EXERCISE PROMPT: Only the number is wanted: how many lines of the data contain "await"?

GIVEN RECORDS:

describe('colour films are reduced to their luma (PS3.3 C.7.6.3.1.2)', () => {
  const rows = 13;
  const columns = 17;
  const n = rows * columns;
  const rgb = Array.from({ length: n * 3 }, (_, i) => (i * 97 + (i % 3) * 41) % 256); // invented colours

  for (const planar of [0, 1] as const) {
    it(`RGB, Planar Configuration ${planar}: Rec. 601 luma, within one grey level of dcmtk`, async () => {
      // Planar Configuration 1 stores all R, then all G, then all B (C.7.6.3.1.3).
      const samples = planar === 0 ? rgb : [0, 1, 2].flatMap((c) => Array.from({ length: n }, (_, i) => rgb[3 * i + c] ?? 0));
      const file = writeDicom(dir, `rgb-${planar}`, {
        rows,
        columns,
        pixels: samples,
        bitsAllocated: 8,
        bitsStored: 8,
        samplesPerPixel: 3,
        planarConfiguration: planar,
        photometric: 'RGB',
      });
      const film = await readDicom(readFileSync(file));
      expect(film.pixels.fromColour).toBe(true);
      const ours = storedValues(film.pixels);
      // Y = 0.299 R + 0.587 G + 0.114 B (ITU-R BT.601), rounded.
      const luma = Array.from({ length: n }, (_, i) => Math.round(0.299 * rgb[3 * i]! + 0.587 * rgb[3 * i + 1]! + 0.114 * rgb[3 * i + 2]!));
      expect(Array.from(ours)).toEqual(luma);
      expect(maxDiff(ours, dcmtkGrey(file))).toBeLessThanOrEqual(1);
    });
  }

  it('YBR_FULL: the Y channel, close to dcmtk converting through RGB', async () => {
    // In-gamut YBR_FULL made from the RGB above with the C.7.6.3.1.2 equations.
    const ybr: number[] = [];
    for (let i = 0; i < n; i += 1) {
      const [r, g, b] = [rgb[3 * i]!, rgb[3 * i + 1]!, rgb[3 * i + 2]!];
      ybr.push(
        Math.round(0.299 * r + 0.587 * g + 0.114 * b),
        Math.round(-0.1687 * r - 0.3313 * g + 0.5 * b + 128),
        Math.round(0.5 * r - 0.4187 * g - 0.0813 * b + 128),
      );
    }
    const file = writeDicom(dir, 'ybr', { rows, columns, pixels: ybr, bitsAllocated: 8, bitsStored: 8, samplesPerPixel: 3, photometric: 'YBR_FULL' });
    const film = await readDicom(readFileSync(file));
    const ours = storedValues(film.pixels);
    expect(Array.from(ours)).toEqual(ybr.filter((_, k) => k % 3 === 0));
    expect(maxDiff(ours, dcmtkGrey(file))).toBeLessThanOrEqual(2); // dcmtk rounds twice (to RGB, then to grey)
  });

  it('a colour JPEG baseline (img2dcm: YBR_FULL_422) within one grey level of dcmtk', async () => {
    const jpg = join(dir, 'colour.jpg');
    await sharp(Buffer.from(rgb), { raw: { width: columns, height: rows, channels: 3 } }).jpeg({ quality: 95 }).toFile(jpg);
    const file = join(dir, 'colour-jpeg.dcm');
    execFileSync('img2dcm', ['-q', jpg, file]);
    const film = await readDicom(readFileSync(file));
    expect(film.meta.photometricInterpretation).toBe('YBR_FULL_422');
    expect(maxDiff(storedValues(film.pixels), dcmtkGrey(file))).toBeLessThanOrEqual(1);
  });
});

OUTPUT OF THE TASK: 4